Tele-Transportados
Tele-Transportados
Em 2002 foi implantado o Programa Nacional de Tele Transporte Livre, PNTL, e várias discrepâncias foram apuradas no córrego Jurubatuba, em São Paulo, capital.
A pesquisadora Sonia Why vem há anos ouvindo os voluntários, profundamente insatisfeitos com o Programa.
- Como foi o seu caso? – pergunta ela para o rapaz de olhos amendoados.
- O fim da lata...- lamenta ele – eu vivia em Quebec cortando árvores e, de repente, quando dei por mim, estava com uma metralhadora deste tamanho, dentro de um banco na zona sul. Ninguém acreditou na minha história...
A pesquisadora volta-se então para uma senhora de cabelos cacheados.
- E você?
- Uma coisa muita chata – pranteou a senhora – eu cozinhava mariscos na minha vila em Cannes e, num piscar de olhos, a polícia estava revistando minha bagagem em Cumbica. Acharam não sei quantos pacotes com uma espécie de talco branco. Tentei explicar-lhes que eu morava em Cannes, falei sobre os mariscos e...
- Ninguém acreditou...- completou a pesquisadora.
- Como você sabe?! – espantou-se a senhora dos cabelos cacheados.
- Estou fazendo essa pesquisa há anos – respondeu a pesquisadora, dirigindo-se para uma menina de 19 anos – e você?

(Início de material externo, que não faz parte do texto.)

/// Saves the state of `line` into `out` (capacity `cap` bytes) and stores
/// the number of bytes written in `*written`. No heap is used. The bytes
/// are the same on every platform and from every door.
///
/// Errors: `PF_ERR_NULL_POINTER` (any pointer, even with `cap` 0),
/// `PF_ERR_STATE_BUFFER_TOO_SMALL` (query `pf_line_state_len`),
/// `PF_ERR_OVERFLOW`, handle errors. Nothing is written on error.
/// Read-only.
///
/// # Safety
/// `line` NULL or a live handle; `out` NULL or valid for `cap` bytes;
/// `written` NULL or valid for one `size_t`.
#[no_mangle]
pub unsafe extern "C" fn pf_line_save(
    line: *const crate::pf_line,
    out: *mut u8,
    cap: usize,
    written: *mut usize,
) -> pf_status {
    // SAFETY: forwarded contract.
    unsafe { save(line, out, cap, written) }
}

/// Replaces the state of `line` by the state saved in `bytes` (`len`
/// bytes, exactly one saved line state of the same tier). Everything is
/// checked first (format, version, checksum, field rules); on error the
/// accumulator is unchanged. Works for heap and caller-storage handles.
///
/// Errors: `PF_ERR_NULL_POINTER` (even with `len` 0),
/// `PF_ERR_STATE_WRONG_KIND` (other tier or a model), every other
/// `PF_ERR_STATE_*`, handle errors. Needs exclusive access.
///
/// # Safety
/// `line` NULL or a live handle; `bytes` NULL or valid for `len` bytes.
#[no_mangle]
pub unsafe extern "C" fn pf_line_restore(
    line: *mut crate::pf_line,
    bytes: *const u8,
    len: usize,
) -> pf_status {
    // SAFETY: forwarded contract.
    unsafe { restore(line, bytes, len) }
}

/// Stores the number of bytes `pf_model_save` writes for `m` in `*out`.
///
/// Errors: `PF_ERR_NULL_POINTER`, handle errors. Read-only.
///
/// # Safety
/// `m` NULL or a live handle; `out` NULL or valid for one `size_t`.
#[no_mangle]
pub unsafe extern "C" fn pf_model_state_len(
    m: *const crate::pf_model,
    out: *mut usize,
) -> pf_status {
    // SAFETY: forwarded contract.
    unsafe { state_len(m, out) }
}
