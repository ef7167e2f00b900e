// Small shapes that carry meaning beside colour, so nothing is told by colour alone: a ring with a
// tick for "enough", a triangle for "short" or "check this", a down arrow for "below minimum".

type MarkProps = { label: string; className?: string };

export function EnoughMark({ label, className = '' }: MarkProps) {
  return (
    <svg viewBox="0 0 20 20" width="20" height="20" role="img" aria-label={label} className={`inline-block shrink-0 text-sev-ok ${className}`}>
      <circle cx="10" cy="10" r="8.5" fill="none" stroke="currentColor" strokeWidth="2.5" />
      <path d="M6 10.5l2.6 2.6L14 7.6" fill="none" stroke="currentColor" strokeWidth="2.5" strokeLinecap="round" strokeLinejoin="round" />
    </svg>
  );
}

export function ShortMark({ label, className = '' }: MarkProps) {
  return (
    <svg viewBox="0 0 20 20" width="20" height="20" role="img" aria-label={label} className={`inline-block shrink-0 text-sev-soon ${className}`}>
      <path d="M10 2L19 18H1z" fill="currentColor" />
      <path d="M10 7.5v5" stroke="white" strokeWidth="2.2" strokeLinecap="round" />
      <circle cx="10" cy="15.2" r="1.2" fill="white" />
    </svg>
  );
}

export function LowMark({ label, className = '' }: MarkProps) {
  return (
    <svg viewBox="0 0 20 20" width="20" height="20" role="img" aria-label={label} className={`inline-block shrink-0 text-sev-now ${className}`}>
      <rect x="1" y="1" width="18" height="18" rx="3" fill="currentColor" />
      <path d="M10 5v9M6 10.5l4 4 4-4" fill="none" stroke="white" strokeWidth="2.2" strokeLinecap="round" strokeLinejoin="round" />
    </svg>
  );
}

- Eu? Eu tô fula da vida! Dá pra imaginar? Tinha acabado de estrear um show na Broadway, sobre Rui Barbosa, e quando percebi estava de mini saia na Cinelândia, e dentro da minha bolsa acharam uma carteira com 1.500 dólares de um gringo, que eu nunca vi mais gordo. Uma mini saia horrorosa. Fui até algemada.
- E o senhor?
Um sujeito muito distinto, de bigode, disse que era escritor, que passara toda sua vida escrevendo romances e vivendo à pão e água, num bairro de má fama em Londres, até que, em dado instante, alguém cutucava seu ombro dizendo: é sua vez!
- E? – prosseguiu Sonia.
- Ora...eu estava dormindo mesmo, e um tipo cutucava meu ombro e dizia: vai, é sua vez. Era um lugar pavoroso, chamado plenário, cheio de gente, me acusavam disso e daquilo e, ora, o que eu podia fazer? Um segundo antes estava caçando silabas no livreiro, perto do Tamisa, e... de repente isso. Eu negava.
Nesse instante chegam uma viatura do sistema carcerário e uma van preta, nova em folha. Ninguém se mexe. O oficial encarregado se aproxima sem tensão, já que aquela cena se tornara corriqueira.
- Boa tarde, Dra. Sonia – cumprimentou ele, e apenas mexendo as mãos fez com que os detentos se levantassem da beira do córrego e se dirigissem sem palavra para a viatura. A dra. Sonia, que antes fazia pesquisas sobre esquistossomose na região, passou a se interessar pelo caso e desde então não largou mais.
Antes de entrar na viatura, o rapaz de olhos amendoados exclama:
- O computador do Tele transporte está com defeito.
- Eu sei – exclamou ela, excitadíssima, pois o escritor era novidade e ele não entrou na viatura. Entrou na van preta, lamentando, dizendo que queria voltar para os seus livros, que tudo não passava de um mal entendido.